This sticky end to a successful career was not the first calamity to which the accident-prone member of parliament had fallen victim. He had previously been flattened by a pole in London, fallen on by a horse just before his marriage, and severely injured his legs trying to jump over a moat in Scotland. However, the morning of September 15, 1830, would prove to be Huskisson’s final accident.
When the train that Huskisson was on came to a stop, he alighted to reconcile with his old colleague, the Duke of Wellington, who was in a different carriage. Meanwhile, George Stephenson’s famous Rocket locomotive approached at speed on the adjacent track. In the confusion, Huskisson panicked and ended up falling beneath the wheels of the Rocket, which ran right over him, crushing and mangling his legs. Several hours later, Huskisson died of the horrific wounds he had incurred.
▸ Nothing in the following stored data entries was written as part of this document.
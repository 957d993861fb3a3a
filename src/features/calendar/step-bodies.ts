import type { BookingChangesToSend } from '../../../shared/bookings/booking-changes.ts'
import type { Booking } from '../../../shared/bookings/calendar-schemas.ts'
import { type BookingStep, changeTo, saidOn, type StepPart } from './booking-steps.ts'
import type { OnPurpose } from './clash-answer.tsx'

export type Direction = 'on' | 'back'

/** What to send for a step; without `said`, what was said on purpose on the side it goes to. */
export function bodyOf(
  step: BookingStep,
  direction: Direction,
  given: { versionOf: (part: StepPart) => number; said: OnPurpose | null },
): BookingChangesToSend {
  const { versionOf, said } = given
  const isToMake = (part: StepPart): boolean => direction === 'on' && part.create !== undefined
  return {
    changes: step.parts
      .filter((part) => !isToMake(part))
      .map((part) => {
        const side = direction === 'on' ? part.after : part.before
        return changeTo(part, direction, { version: versionOf(part), said: said ?? saidOn(side) })
      }),
    create: step.parts.flatMap((part) =>
      isToMake(part) && part.create ? [{ ...part.create, ...said }] : [],
    ),
  }
}

/** A step as it stands once the server has answered. */
export function settledStep(
  step: BookingStep,
  bookings: readonly Booking[],
  direction: Direction,
): BookingStep {
  if (direction === 'back') return step
  const parts = step.parts.map((part): StepPart => {
    const answer = bookings.find((booking) => booking.id === part.id)
    const { id, name, version, before, after } = part
    const made = { id, name, version, before }
    if (!answer) return { ...made, after }
    const { clashReason, allDays: days } = answer
    return { ...made, after: { ...after, clashReason, days } }
  })
  return { ...step, parts }
}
Ironically, there had been considerable opposition in parliament to the building of the rail track on which Huskisson died. Believing trains were the future, Huskisson had strongly advocated the track’s development. Had he not, he may have not met such an untimely and gruesome end.
9King Edward II
Red-Hot Poker Inserted Into Anus
Edward II, king of England from 1307–1327, was a rather unsuccessful ruler. The son of the crusading, warlike, and conquering Edward I, Edward II proved more effeminate and was believed by many at the time (and since) to have been gay. Whether his close relationship with nobleman Pier Gaveston was anything more than a simple friendship, we cannot be sure. However, Edward’s aptitude for alienating his supporters led to his own wife, Isabella, joining forces with Edward’s enemies and revolting against him.
Once deposed, Edward appeared too dangerous to be kept alive, so he was murdered at Berkley Castle on September 21, 1327. His murder, according to some chroniclers, involved having a red-hot poker inserted up his anus and into his body, with his screams being heard for miles around the castle. It was a humiliating and grisly end for anyone, let alone a king of England.
8William The Conqueror
Impaled On Saddle, Followed By Exploding At His Funeral
Although William the Conqueror was technically born in Normandy, France, his status as king of England means he makes our list of famous Brits.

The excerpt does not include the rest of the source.